Stored items:

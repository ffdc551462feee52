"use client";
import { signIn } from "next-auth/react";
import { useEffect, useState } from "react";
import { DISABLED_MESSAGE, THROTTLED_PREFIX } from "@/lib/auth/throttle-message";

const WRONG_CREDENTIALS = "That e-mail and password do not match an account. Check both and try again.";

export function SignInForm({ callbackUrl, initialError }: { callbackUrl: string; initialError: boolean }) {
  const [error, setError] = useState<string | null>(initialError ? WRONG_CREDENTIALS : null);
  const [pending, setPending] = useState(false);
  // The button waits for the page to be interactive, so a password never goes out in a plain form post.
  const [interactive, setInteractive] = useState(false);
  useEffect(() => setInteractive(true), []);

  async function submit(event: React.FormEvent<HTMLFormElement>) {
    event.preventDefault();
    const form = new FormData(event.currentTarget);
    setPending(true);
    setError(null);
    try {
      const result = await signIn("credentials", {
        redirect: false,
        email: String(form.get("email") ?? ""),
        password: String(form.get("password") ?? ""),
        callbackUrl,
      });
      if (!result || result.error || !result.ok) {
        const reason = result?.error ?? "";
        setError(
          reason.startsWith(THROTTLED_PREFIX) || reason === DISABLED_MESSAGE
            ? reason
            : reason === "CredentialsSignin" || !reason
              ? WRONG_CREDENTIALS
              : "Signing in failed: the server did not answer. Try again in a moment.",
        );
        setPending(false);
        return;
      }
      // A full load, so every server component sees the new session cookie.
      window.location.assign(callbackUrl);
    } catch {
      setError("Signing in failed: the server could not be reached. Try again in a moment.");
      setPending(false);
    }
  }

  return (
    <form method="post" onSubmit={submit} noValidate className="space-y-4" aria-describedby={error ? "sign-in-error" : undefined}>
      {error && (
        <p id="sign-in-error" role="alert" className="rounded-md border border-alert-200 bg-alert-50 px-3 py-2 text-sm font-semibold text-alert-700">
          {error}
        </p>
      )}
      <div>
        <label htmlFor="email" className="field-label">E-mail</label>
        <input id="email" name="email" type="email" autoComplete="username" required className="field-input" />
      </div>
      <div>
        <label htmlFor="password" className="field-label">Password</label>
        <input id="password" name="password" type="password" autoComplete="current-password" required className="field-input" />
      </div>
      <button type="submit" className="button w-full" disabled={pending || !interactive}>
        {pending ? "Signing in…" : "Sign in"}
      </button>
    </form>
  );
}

* * *

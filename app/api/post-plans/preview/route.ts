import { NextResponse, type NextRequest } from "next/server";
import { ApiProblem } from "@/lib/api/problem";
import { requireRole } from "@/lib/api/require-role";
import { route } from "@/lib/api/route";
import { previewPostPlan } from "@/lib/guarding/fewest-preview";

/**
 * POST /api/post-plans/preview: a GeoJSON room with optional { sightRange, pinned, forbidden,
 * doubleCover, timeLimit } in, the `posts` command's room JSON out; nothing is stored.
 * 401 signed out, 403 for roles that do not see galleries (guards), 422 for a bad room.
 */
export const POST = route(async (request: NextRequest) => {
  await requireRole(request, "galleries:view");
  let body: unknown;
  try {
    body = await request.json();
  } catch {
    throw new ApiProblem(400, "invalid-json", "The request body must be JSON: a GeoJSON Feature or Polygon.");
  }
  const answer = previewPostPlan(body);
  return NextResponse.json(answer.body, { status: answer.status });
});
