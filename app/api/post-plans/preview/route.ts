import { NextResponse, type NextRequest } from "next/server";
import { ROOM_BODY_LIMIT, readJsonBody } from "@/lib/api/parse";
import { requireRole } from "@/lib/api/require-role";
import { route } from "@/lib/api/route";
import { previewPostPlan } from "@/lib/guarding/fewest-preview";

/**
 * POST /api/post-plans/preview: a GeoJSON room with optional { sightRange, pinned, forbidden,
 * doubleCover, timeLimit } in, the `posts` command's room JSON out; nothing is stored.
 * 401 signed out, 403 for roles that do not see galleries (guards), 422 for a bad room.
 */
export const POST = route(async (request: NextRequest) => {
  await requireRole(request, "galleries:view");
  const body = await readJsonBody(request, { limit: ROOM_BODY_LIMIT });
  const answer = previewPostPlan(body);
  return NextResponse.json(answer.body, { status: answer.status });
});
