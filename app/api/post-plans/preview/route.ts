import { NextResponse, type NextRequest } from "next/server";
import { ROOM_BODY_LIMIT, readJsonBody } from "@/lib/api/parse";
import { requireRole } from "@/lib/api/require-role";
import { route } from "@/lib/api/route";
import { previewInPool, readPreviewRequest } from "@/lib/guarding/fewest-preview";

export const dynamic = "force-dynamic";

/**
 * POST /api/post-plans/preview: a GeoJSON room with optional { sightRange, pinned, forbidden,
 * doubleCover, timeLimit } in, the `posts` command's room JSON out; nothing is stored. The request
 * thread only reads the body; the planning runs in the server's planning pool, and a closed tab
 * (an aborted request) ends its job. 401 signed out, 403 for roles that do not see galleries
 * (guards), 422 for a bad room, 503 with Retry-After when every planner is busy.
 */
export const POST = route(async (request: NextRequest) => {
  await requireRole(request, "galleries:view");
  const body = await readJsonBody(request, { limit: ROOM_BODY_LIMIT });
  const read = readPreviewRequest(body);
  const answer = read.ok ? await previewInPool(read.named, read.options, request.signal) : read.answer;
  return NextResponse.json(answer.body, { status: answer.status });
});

--

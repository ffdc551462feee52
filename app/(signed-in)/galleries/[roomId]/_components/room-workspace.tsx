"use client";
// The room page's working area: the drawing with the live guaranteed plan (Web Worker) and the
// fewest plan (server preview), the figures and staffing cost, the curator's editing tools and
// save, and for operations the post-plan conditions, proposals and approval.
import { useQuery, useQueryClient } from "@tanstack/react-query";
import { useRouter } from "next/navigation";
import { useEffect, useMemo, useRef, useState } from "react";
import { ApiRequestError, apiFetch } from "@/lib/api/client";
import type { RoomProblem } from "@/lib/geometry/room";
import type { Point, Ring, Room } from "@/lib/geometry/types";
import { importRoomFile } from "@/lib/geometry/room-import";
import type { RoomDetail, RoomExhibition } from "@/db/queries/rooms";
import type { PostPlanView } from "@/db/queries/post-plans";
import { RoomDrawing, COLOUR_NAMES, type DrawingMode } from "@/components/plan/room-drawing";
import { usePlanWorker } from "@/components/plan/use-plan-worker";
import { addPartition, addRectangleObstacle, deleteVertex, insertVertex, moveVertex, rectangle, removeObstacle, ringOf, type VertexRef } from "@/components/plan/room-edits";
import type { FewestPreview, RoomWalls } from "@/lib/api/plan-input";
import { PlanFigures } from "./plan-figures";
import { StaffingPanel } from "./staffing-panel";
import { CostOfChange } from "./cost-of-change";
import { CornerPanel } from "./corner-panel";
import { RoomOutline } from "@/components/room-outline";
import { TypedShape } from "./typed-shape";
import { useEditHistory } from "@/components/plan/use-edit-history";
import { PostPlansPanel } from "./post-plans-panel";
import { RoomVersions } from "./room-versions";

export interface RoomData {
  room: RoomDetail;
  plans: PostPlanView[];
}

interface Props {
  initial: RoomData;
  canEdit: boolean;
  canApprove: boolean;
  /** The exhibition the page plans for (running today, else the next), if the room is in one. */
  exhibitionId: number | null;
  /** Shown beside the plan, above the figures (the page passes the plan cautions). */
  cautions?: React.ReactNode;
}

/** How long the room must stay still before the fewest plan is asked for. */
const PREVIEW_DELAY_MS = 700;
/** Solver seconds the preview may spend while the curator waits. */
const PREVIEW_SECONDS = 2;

* [EXERCISE PROMPT]:
In the entries above, count each line with "submit"; reply with the total only.

* [WORKED SOLUTION]:
3